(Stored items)
•••••

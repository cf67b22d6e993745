"""The one type family of screen and paper: where its files are and how wide its words run."""

from __future__ import annotations

from enum import StrEnum
from functools import cache
from pathlib import Path

from reportlab.pdfbase import pdfmetrics
from reportlab.pdfbase.ttfonts import TTFont

__all__ = [
    "CAPITAL_HEIGHT",
    "FAMILY",
    "FAMILY_CONDENSED",
    "LICENCE_PATH",
    "Weight",
    "font_path",
    "font_paths",
    "paper_font_name",
    "text_width",
]

FAMILY = "IBM Plex Sans"
FAMILY_CONDENSED = "IBM Plex Sans Condensed"

CAPITAL_HEIGHT = 0.698
"""Height of capitals and figures as a share of the size [-]."""

_FOLDER = Path(__file__).parent / "fonts"
LICENCE_PATH = _FOLDER / "LICENSE.txt"


class Weight(StrEnum):
    """Regular for text, medium for figures, semi-bold for heads and verdict words."""

    REGULAR = "Regular"
    MEDIUM = "Medium"
    SEMI_BOLD = "SemiBold"


def font_path(*, weight: Weight, condensed: bool) -> Path:
    """Give the file of one weight and width.

    Parameters
    ----------
    weight : Weight
        One of the three weights that are shipped.
    condensed : bool
        Whether the narrow width is meant.

    Returns
    -------
    Path
        An existing TrueType file.

    Examples
    --------
    >>> font_path(weight=Weight.MEDIUM, condensed=True).name
    'IBMPlexSansCondensed-Medium.ttf'
    """
    stem = "IBMPlexSansCondensed" if condensed else "IBMPlexSans"
    return _FOLDER / f"{stem}-{weight.value}.ttf"


def font_paths() -> tuple[Path, ...]:
    """List every font file that is shipped, narrow width last.

    Returns
    -------
    tuple of Path
        Three files of each width.

    Examples
    --------
    >>> len(font_paths())
    6
    """
    return tuple(
        font_path(weight=weight, condensed=condensed)
        for condensed in (False, True)
        for weight in Weight
    )


@cache
def paper_font_name(*, weight: Weight, condensed: bool) -> str:
    """Register one font for paper, by its path, and give the name to ask for it.

    Parameters
    ----------
    weight : Weight
        One of the three weights that are shipped.
    condensed : bool
        Whether the narrow width is meant.

    Returns
    -------
    str
        The name under which reportlab knows the font from now on.

    Notes
    -----
    By path, never by a system name: a system's own copy may be another edition, and equal input
    has to give equal pages.

    Examples
    --------
    >>> paper_font_name(weight=Weight.REGULAR, condensed=False)
    'IBMPlexSans-Regular'
    """
    path = font_path(weight=weight, condensed=condensed)
    pdfmetrics.registerFont(TTFont(path.stem, str(path)))
    return path.stem


@cache
def _width_per_size(text: str, weight: Weight, condensed: bool) -> float:
    name = paper_font_name(weight=weight, condensed=condensed)
    return float(pdfmetrics.stringWidth(text, name, 1.0))


def text_width(*, text: str, size: float, weight: Weight, condensed: bool) -> float:
    """Give the width a word takes, in the unit of its size.

    Parameters
    ----------
    text : str
        What is written.
    size : float
        Size of the type in any length unit [-].
    weight : Weight
        Weight of the type.
    condensed : bool
        Whether the narrow width is meant.

    Returns
    -------
    float
        Advance width of the whole text in the unit of `size` [-].

    Notes
    -----
    Kerning is left out, so the answer is seldom too small and labels spaced by it never touch.

    Examples
    --------
    Figures, plus and minus are all 0.600 em wide, 0.540 em in the narrow width:

    >>> round(text_width(text="−0.3", size=10.0, weight=Weight.MEDIUM, condensed=False)
    ...     - text_width(text=".", size=10.0, weight=Weight.MEDIUM, condensed=False), 2)
    18.0
    """
    return size * _width_per_size(text, weight, condensed)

•••••

● WHAT YOU HAVE TO DO
In the entries above, find each line with the word "from" and copy it.

● ANSWER TO THIS PROBLEM
from __future__ import annotations
from enum import StrEnum
from functools import cache
from pathlib import Path
from reportlab.pdfbase import pdfmetrics
from reportlab.pdfbase.ttfonts import TTFont
        The name under which reportlab knows the font from now on.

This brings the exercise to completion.